# Bubble nest wars!!!



## Philip The Fish (Apr 25, 2009)

In the left corner, Apollo. In the Right corner, Blanket!!!! Who do you think is winning? haha. I feel bad cause i need to do water changes today and they're gunna be losing their nests.











Little Smile even has one started!!









And a random beautiful picture of Brutus. Fish like him are the reason i love bettas so much.


----------



## dramaqueen (Jul 7, 2008)

They're all pretty but Brutus is absolutely gorgeous!!!


----------



## Jazattackk (Jul 20, 2009)

*I think Apollo's winning ;D*


----------



## llonka (Jul 21, 2009)

wow Brutus is beautiful!


----------



## neenjar (Jun 19, 2009)

Brutus is stunning! I love the little war they have going on


----------



## bubs128 (Jul 30, 2009)

Apollo is winning.

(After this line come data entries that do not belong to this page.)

"""Read a customer list: CSV as spreadsheets and registers write it, every row kept.

A row that cannot be computed is kept with its ``trouble``; a file that cannot be read as a list is
a CustomersError with everything that is wrong with it.
"""

import csv
import difflib
import io
import re
from collections.abc import Sequence
from dataclasses import dataclass
from pathlib import Path

from planner.customers.reasons import rows_text
from planner.errors import CustomersError, Problem
from planner.io.customer_columns import (
    COMPUTED_COLUMNS,
    HEIGHT_COLUMNS,
    NEEDED_COLUMNS,
    numbered_names,
    plain_text,
)
from planner.io.customer_row import ReadRow, read_row, shown
from planner.network import Customer

LARGEST_FILE_BYTES = 16 * 1024 * 1024
LARGEST_ROWS = 100_000
LARGEST_COLUMNS = 100
_MOST_PROBLEMS = 20  # of one kind in one message

_FORMAT = "CSV text in UTF-8 with the columns " + ", ".join(NEEDED_COLUMNS)
_DELIMITERS = {",": "comma", ";": "semicolon", "\t": "tab"}
# What other lists call a column; only to advise, never to guess.
_OTHER_NAMES = {
    "id": ("name", "number", "customer", "customer_id", "no", "nr"),
    "address": ("street", "addr"),
    "latitude": ("lat", "y", "breite"),
    "longitude": ("lon", "long", "lng", "x", "laenge"),
}


@dataclass(frozen=True, slots=True, kw_only=True)
class CustomerList:
    """The customers of a file in its order, and what was assumed in reading it."""

    customers: tuple[Customer, ...]
    notes: tuple[str, ...]  # sentences for the reader of a run's record


def read_customers(path: Path) -> tuple[Customer, ...]:
    """The customers of a CSV file: see :func:`read_customer_list`."""
    return read_customer_list(path).customers


def read_customer_list(path: Path) -> CustomerList:
    """Every row of a CSV file, in order, with what was assumed.

    The first line names the columns: id, address, latitude, longitude; height_m (or
    antenna_height_m) is optional, the antenna's height above ground. All other columns are carried
    through. Comma, semicolon or tab; UTF-8, else Windows-1252 with a note. Raises CustomersError.
    """
    path = Path(path)
    text, notes = _text(path)
    delimiter, skipped_lines = _delimiter(text)
    records = _records(path, text, delimiter, skipped_lines)
    header_line, header = records.pop(0)
    columns = _columns(f"{path} line {header_line}", header, [cells for _, cells in records])
    if columns.computed:
        notes.append(
            f"{path.name}: the columns of an earlier check are computed anew; a height of its own "
            "for a customer belongs into a column height_m"
        )
    rows = [_row(columns, line, cells, decimal_comma=delimiter != ",") for line, cells in records]
    if not rows:
        raise CustomersError(
            Problem(
                where=str(path),
                found="a header and no customers",
                allowed="one customer in each line after the first",
            )
        )
    _refuse_swapped(path, rows)
    commas = [row.customer.row for row in rows if row.decimal_comma]
    if commas:
        notes.append(f"{path.name}: numbers with a decimal comma in {rows_text(commas)}")
    return CustomerList(customers=tuple(row.customer for row in rows), notes=tuple(notes))


def _text(path: Path) -> tuple[str, list[str]]:
    """The file's text and a note where it is not UTF-8."""
    data = _bytes(path)
    found = advice = ""
    if data.startswith((b"\xff\xfe", b"\xfe\xff")):
        found, advice = "text in UTF-16", "Save it as CSV in UTF-8"
    elif data.startswith(b"PK\x03\x04"):
        found, advice = "a spreadsheet or another packed file", "Save the sheet as CSV in UTF-8"
    elif b"\x00" in data:
        found, advice = "a file that is not text", "Save the list as CSV in UTF-8"
    if found:
        raise CustomersError(Problem(where=str(path), found=found, allowed=_FORMAT, advice=advice))
    try:
        return data.decode("utf-8-sig"), []
    except UnicodeDecodeError as error:
        line = data.count(b"\n", 0, error.start) + 1
    try:
        text = data.decode("cp1252")
    except UnicodeDecodeError as error:
        line = data.count(b"\n", 0, error.start) + 1
        raise CustomersError(
            Problem(
                where=f"{path} line {line}",
                found="bytes that are text neither in UTF-8 nor in Windows-1252",
                allowed=_FORMAT,
                advice="Save the list as CSV in UTF-8",
            )
        ) from None
    return text, [
        f"{path.name}: not UTF-8 (line {line}), read as Windows-1252; check letters with accents"
    ]


def _bytes(path: Path) -> bytes:
    found = advice = ""
    allowed = _FORMAT
    try:
        if not path.exists():
            found = "no such file"
        elif path.is_dir():
            found = "a folder"
        elif not path.is_file():
            found = "something that is not a file"
        else:
            with path.open("rb") as file:
                data = file.read(LARGEST_FILE_BYTES + 1)
            if len(data) <= LARGEST_FILE_BYTES:
                return data
            found = f"a file larger than {LARGEST_FILE_BYTES // 1024**2} MB"
            allowed = f"up to {LARGEST_FILE_BYTES // 1024**2} MB"
            advice = "Split the list"
    except (OSError, ValueError) as error:
        found = f"a file that cannot be read ({getattr(error, 'strerror', None) or error})"
    raise CustomersError(Problem(where=str(path), found=found, allowed=allowed, advice=advice))


def _delimiter(text: str) -> tuple[str, int]:
    """The delimiter by which the header has the most known names, and lines before the header."""
    stated = re.match(r"sep=([,;\t])(\r\n|\r|\n)", text)
    if stated:
        return stated[1], 1
    known = {*NEEDED_COLUMNS, *HEIGHT_COLUMNS}

    def score(delimiter: str) -> tuple[int, int]:
        reader = csv.reader(io.StringIO(text, newline=""), delimiter=delimiter)
        try:
            first = next((cells for cells in reader if not _is_blank(cells)), [])
        except csv.Error:
            first = []
        names = [_column_name(cell).casefold() for cell in first]
        return len(known.intersection(names)), len(names)

    return max(_DELIMITERS, key=score), 0  # the first of equals


def _records(
    path: Path, text: str, delimiter: str, skipped_lines: int
) -> list[tuple[int, list[str]]]:
    """(line, cells) of the header and of each row after it; empty lines are no rows."""
    reader = csv.reader(io.StringIO(text, newline=""), delimiter=delimiter, strict=True)
    records: list[tuple[int, list[str]]] = []
    problems: list[Problem] = []
    while len(problems) < _MOST_PROBLEMS:
        line = reader.line_num + 1
        try:
            cells = next(reader)
        except StopIteration:
            break
        except csv.Error as error:
            problems.append(_quoting_problem(path, line, str(error)))
            continue
        if _is_blank(cells) or line <= skipped_lines:
            continue
        records.append((line, cells))
        if len(records) > LARGEST_ROWS + 1:
            problems.append(
                Problem(
                    where=str(path),
                    found=f"more than {LARGEST_ROWS:,} customers",
                    allowed=f"up to {LARGEST_ROWS:,}",
                    advice="Split the list",
                )
            )
            break
    if not problems and not any("".join(cells).strip() for _, cells in records):
        problems.append(Problem(where=str(path), found="an empty file", allowed=_FORMAT))
    if problems:
        raise CustomersError(problems)
    return records


def _is_blank(cells: Sequence[str]) -> bool:
    """An empty line, or one of spaces; a line of delimiters is a row."""
    return not cells or (len(cells) == 1 and not cells[0].strip())


def _quoting_problem(path: Path, line: int, error: str) -> Problem:
    where = f"{path} line {line}"
    if "unexpected end" in error:
        return Problem(
            where=where,
            found="a quotation mark that is never closed",
            allowed="a cell in quotation marks, with each one inside it doubled",
        )
    if "field larger" in error:
        return Problem(
            where=where,
            found="a cell of more than 131,072 characters",
            allowed="shorter cells",
            advice="Look for a quotation mark that is not closed",
        )
    return Problem(
        where=where,
        found="text after the closing quotation mark of a cell",
        allowed="a cell in quotation marks, with each one inside it doubled",
    )


def _column_name(cell: str) -> str:
    return " ".join(plain_text(cell).split())


@dataclass(frozen=True, slots=True, kw_only=True)
class _Columns:
    """Which cell of a row is what."""

    count: int
    needed: tuple[int, ...]  # in the order of NEEDED_COLUMNS
    height: int | None
    carried: tuple[tuple[int, str], ...]  # number and name of each column to carry through
    computed: bool  # the list is a table of an earlier check


def _columns(where: str, header: Sequence[str], rows: Sequence[Sequence[str]]) -> _Columns:
    names = [_column_name(cell) for cell in header]
    # Spreadsheets write columns that are empty throughout; a column with cells gets a name.
    used = {number for cells in rows for number, cell in enumerate(cells) if cell.strip()}
    names = [
        name or (f"column_{number + 1}" if number in used else "")
        for number, name in enumerate(names)
    ]
    while names and not names[-1]:
        names.pop()
    folded = [name.casefold() for name in names]
    problems = _header_problems(where, names, folded)
    if problems:
        raise CustomersError(problems)
    computed = set(COMPUTED_COLUMNS) <= set(folded)
    dropped = {"", *NEEDED_COLUMNS, *(COMPUTED_COLUMNS if computed else ())}
    height = next(
        (folded.index(n) for n in HEIGHT_COLUMNS if n in folded and n not in dropped), None
    )
    carried = [number for number, name in enumerate(folded) if name not in dropped]
    # One name for the height, so that a table that we wrote gives it back.
    titles = [HEIGHT_COLUMNS[0] if number == height else names[number] for number in carried]
    return _Columns(
        count=len(names),
        needed=tuple(folded.index(name) for name in NEEDED_COLUMNS),
        height=height,
        carried=tuple(zip(carried, numbered_names(titles), strict=True)),
        computed=computed,
    )


def _header_problems(where: str, names: Sequence[str], folded: Sequence[str]) -> list[Problem]:
    needed = ", ".join(NEEDED_COLUMNS)
    if len(names) > LARGEST_COLUMNS:
        found = f"{len(names)} columns"
        return [Problem(where=where, found=found, allowed=f"up to {LARGEST_COLUMNS}")]
    alike = {name: _alike(name, folded) for name in NEEDED_COLUMNS}
    if not set(NEEDED_COLUMNS) & set(folded) and not any(alike.values()):
        return [
            Problem(
                where=where,
                found=f"no header but {shown(', '.join(names), 60)}",
                allowed=f"the names of the columns: {needed}",
                advice="Put a line with the names before the first customer",
            )
        ]
    problems = []
    for name in NEEDED_COLUMNS:
        other = alike[name]
        if name not in folded:
            advice = (
                f"Is it the column {shown(names[folded.index(other)])}? Rename it" if other else ""
            )
            found = f"no column {name}"
            problems.append(Problem(where=where, found=found, allowed=needed, advice=advice))
    for name in (*NEEDED_COLUMNS, *HEIGHT_COLUMNS):
        if folded.count(name) > 1:
            found = f"{folded.count(name)} columns named {name}"
            problems.append(Problem(where=where, found=found, allowed="one of that name"))
    if set(HEIGHT_COLUMNS) <= set(folded) and not set(COMPUTED_COLUMNS) <= set(folded):
        found = f"both columns {' and '.join(HEIGHT_COLUMNS)}"
        problems.append(
            Problem(where=where, found=found, allowed="one height: the antenna's above ground")
        )
    return problems


def _alike(name: str, folded: Sequence[str]) -> str:
    """A column that may be meant by another name; empty if there is none."""
    if name in folded:
        return ""
    free = [each for each in folded if each and each not in NEEDED_COLUMNS]
    for other in _OTHER_NAMES[name]:
        if other in free:
            return other
    close = difflib.get_close_matches(name, free, n=1, cutoff=0.75)
    return close[0] if close else ""


def _row(columns: _Columns, line: int, cells: Sequence[str], *, decimal_comma: bool) -> ReadRow:
    surplus = [cell for cell in cells[columns.count :] if cell.strip()]
    texts = [plain_text(cell) for cell in cells[: columns.count]]
    texts += [""] * (columns.count - len(texts))
    trouble = ""
    if surplus:
        trouble = (
            f"the row has {len(cells)} cells and the header {columns.count}: "
            "is there a delimiter in a cell without quotation marks?"
        )
    return read_row(
        line,
        [texts[number] for number in columns.needed],
        None if columns.height is None else texts[columns.height],
        tuple((name, texts[number]) for number, name in columns.carried),
        shape_trouble=trouble,
        decimal_comma=decimal_comma,
    )


def _refuse_swapped(path: Path, rows: Sequence[ReadRow]) -> None:
    """A list whose every row with two numbers is swapped has its headings mixed up."""
    numeric = [row for row in rows if row.numeric]
    if not numeric or not all(row.swapped for row in numeric):
        return
    raise CustomersError(
        Problem(
            where=f"{path}, {rows_text([row.customer.row for row in numeric])}",
            found="latitudes outside -90 to 90 beside longitudes that would be latitudes",
            allowed="latitude (-90 to 90) and longitude (-180 to 180) each in its own column",
            advice="Latitude and longitude are swapped: swap the names of the two columns",
        )
    )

Brutus is absolutely gorgeous!! Blueberry had one but i changed his tank so it was lost.


----------



## WickedKelpie (Aug 9, 2009)

Brutus is sooo pretty. 

Zero started a bubblenest yesterday... D: And I had to clean his tank today. He prolly hates me.


----------



## MrVampire181 (May 12, 2009)

Nest in jar: ANOTHER NEST!!

Nest in spawning tank: YES!!! Victory!!!



Nice nests!!


----------



## sunkissedinCA (May 7, 2009)

aw i hate when i have to mess up their bubble nests after they worked so hard on em, but hey, clean fresh water will keep them happy and making new ones  and wow, i can't get over how gorgeous brutus is.


----------



## Vikki81207 (May 27, 2009)

Yeah I had to set up the tank for Blue and Aqua for breeding so I had to destroy his bubblenest, it took up almost his full 5 gallons. I was so sad, lol.


----------



## GottaBeBetta (Aug 11, 2009)

I LOVE Brutus! He is so gorgeous


----------